Ben Silverman (born November 15, 1987) is a Canadian professional golfer who has played on the PGA Tour. In 2017 he won the Price Cutter Charity Championship.

Early and personal life
Silverman was born in Thornhill, Ontario, in Canada, to Howard and Maureen Silverman, and is Jewish. He played golf at Vaughan Secondary School in Vaughan, Ontario.

Silverman attended Johnson & Wales University in Florida for two years, and then Florida Atlantic University, where Silverman obtained a bachelor's degree in psychology in 2010. He was a walk-on on the golf teams of both schools.

Silverman lives in West Palm Beach, Florida.

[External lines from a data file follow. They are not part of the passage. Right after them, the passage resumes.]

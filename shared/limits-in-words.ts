/**
 * An operation's limits (OPLIM) in words, one phrase per limit, every kind of limit the engine
 * tests: the Sites & limits page shows the short form, the printed downtime report the full form
 * (longer names, the Hs–Tp curve's points). One list, so that a new kind of limit is named
 * everywhere at once. Limits are inclusive (docs/domain.md#convention-6), hence "≤"; an excluded
 * band is closed, so "not in" includes its edges.
 */
import { DEFAULT_MPM_DURATION_H, responseSettings } from './engine/response-limits';
import type { HsTargetLimit, OperationLimits } from './engine/types';
import { responseLabel, responseUnit } from './response/rao';
import type { Spreading } from './response/spreading';

/** Names of the bed velocity methods, as the limit says which one it is compared with. */
export const BED_VELOCITY_METHOD_LABEL: Record<'linear' | 'soulsby', string> = {
  linear: 'linear significant',
  soulsby: 'Soulsby 2006',
};

/** A number rounded to at most 3 places, trailing zeros dropped ("1.5", "16", "0.35"). */
const num = (x: number): string => String(Number(x.toFixed(3)));

/** A number with its unit after a narrow no-break space ("1.5 m"); degrees close up ("300°"). */
const unit = (x: number, u: string): string => (u === '' ? num(x) : u === '°' ? `${num(x)}°` : `${num(x)}\u202f${u}`);

const range = (from: number, to: number, u: string): string => `${num(from)}–${unit(to, u)}`;

/** The part of the sea an Hs target limit takes (docs/domain.md#partitions). */
function targetWords(t: HsTargetLimit): string {
  switch (t.target) {
    case 'total':
      return 'total sea';
    case 'swell':
      return 'swell';
    case 'windSea':
      return 'wind sea';
    case 'longPeriod':
      return t.minPeriodS != null ? `long-period sea (Tp ≥ ${unit(t.minPeriodS, 's')})` : 'long-period sea';
  }
}

export type LimitWordsForm = 'short' | 'full';

/**
 * The limits as phrases, in the order the operation form lists them, e.g. (short) "Hs ≤ 1.5 m",
 * "Tp not in 13–15 s", "wind ≤ 16 m/s", "swell Hs ≤ 0.8 m", "roll significant ≤ 4 deg".
 */
export function describeLimits(limits: OperationLimits, form: LimitWordsForm = 'short'): string[] {
  const full = form === 'full';
  const out: string[] = [];
  if (limits.hsMax != null) out.push(`Hs ≤ ${unit(limits.hsMax, 'm')}`);
  const curve = limits.hsTpCurve ?? [];
  if (curve.length > 0) {
    const tps = curve.map((p) => p[0]);
    const hss = curve.map((p) => p[1]);
    const points = full
      ? curve.map(([tp, hs]) => `(${unit(tp, 's')}, ${unit(hs, 'm')})`).join(' ')
      : `(${range(Math.min(...hss), Math.max(...hss), 'm')})`;
    out.push(`Hs under the Hs–Tp curve ${points}, no-go outside Tp ${range(Math.min(...tps), Math.max(...tps), 's')}`);
  }
  if (limits.tpMin != null && limits.tpMax != null) out.push(`Tp ${range(limits.tpMin, limits.tpMax, 's')}`);
  else if (limits.tpMin != null) out.push(`Tp ≥ ${unit(limits.tpMin, 's')}`);
  else if (limits.tpMax != null) out.push(`Tp ≤ ${unit(limits.tpMax, 's')}`);
  for (const [from, to] of limits.tpExcluded ?? []) out.push(`Tp not in ${range(from, to, 's')}`);
  if ((limits.tpExcluded ?? []).length > 0 && limits.tpExcludedMinHs != null)
    // docs/domain.md#partitions: every partition from this Hs is tested against the bands too.
    out.push(`excluded bands tested on each partition from Hs ${unit(limits.tpExcludedMinHs, 'm')}`);
  if (limits.bedVelocityMax != null) {
    const name = full ? 'near-bed orbital velocity' : 'bed velocity';
    out.push(`${name} ≤ ${unit(limits.bedVelocityMax, 'm/s')} (${BED_VELOCITY_METHOD_LABEL[limits.bedVelocityMethod ?? 'linear']})`);
  }
  if (limits.windMax != null) out.push(`${full ? 'wind at 10 m' : 'wind'} ≤ ${unit(limits.windMax, 'm/s')}`);
  // Exact limits of docs/domain.md#tide (alpha never applies); the depth is chart depth + predicted tide.
  const depth = full ? 'still-water depth' : 'depth';
  if (limits.minDepth != null) {
    const p = limits.minDepthParts;
    const parts = p ? ` (draught ${unit(p.draught, 'm')} + ${full ? 'under-keel ' : ''}clearance ${unit(p.clearance, 'm')})` : '';
    out.push(`${depth} ≥ ${unit(limits.minDepth, 'm')}${parts}`);
  }
  if (limits.maxDepth != null) out.push(`${depth} ≤ ${unit(limits.maxDepth, 'm')}`);
  if (limits.currentMax != null) out.push(`current ≤ ${unit(limits.currentMax, 'm/s')}`);
  if (limits.tideWindow) {
    const w = limits.tideWindow;
    out.push(`only from ${unit(w.before, 'h')} before to ${unit(w.after, 'h')} after ${full ? 'predicted ' : ''}${w.reference} water`);
  }
  // Hs limits on part of the sea (docs/domain.md#partitions).
  for (const t of limits.hsTargets ?? []) out.push(`${targetWords(t)} Hs ≤ ${unit(t.max, 'm')}`);
  // Vessel response limits (docs/domain.md#vessel-response): R_s, or R_mpm over its duration (3 h by default).
  for (const r of limits.responses ?? []) {
    const statistic =
      r.statistic === 'significant' ? 'significant' : `most probable max over ${unit(r.durationH ?? DEFAULT_MPM_DURATION_H, 'h')}`;
    out.push(`${responseLabel(r.response).toLowerCase()} ${statistic} ≤ ${unit(r.max, responseUnit(r.response))}`);
  }
  if (full && (limits.responses ?? []).length > 0) {
    // The spectra the responses are worked from, defaults filled in (docs/domain.md#vessel-response).
    const sea = responseSettings(limits.responseSea);
    const gamma = (g: number | 'dnv') => (g === 'dnv' ? 'γ by the DNV-RP-C205 rule' : `γ ${num(g)}`);
    out.push(
      `responses worked from wind sea ${gamma(sea.windSeaGamma)}, ${spreadingWords(sea.windSeaSpreading)} and swell ${gamma(sea.swellGamma)}, ${spreadingWords(sea.swellSpreading)}`,
    );
  }
  return out;
}

const spreadingWords = (s: Spreading): string => (s === 'long-crested' ? 'long-crested' : `cos^${num(s)} spreading`);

He and his wife, Morgan, have one son.

Professional career
Silverman turned pro in 2010. He joined the PGA Tour Canada in 2014. In 2015, he qualified for the Web.com Tour for 2016 via the qualifying tournament, and in 2017 won the Price Cutter Charity Championship on his way to 10th place on the end of season money list to graduate to the elite PGA Tour for 2018.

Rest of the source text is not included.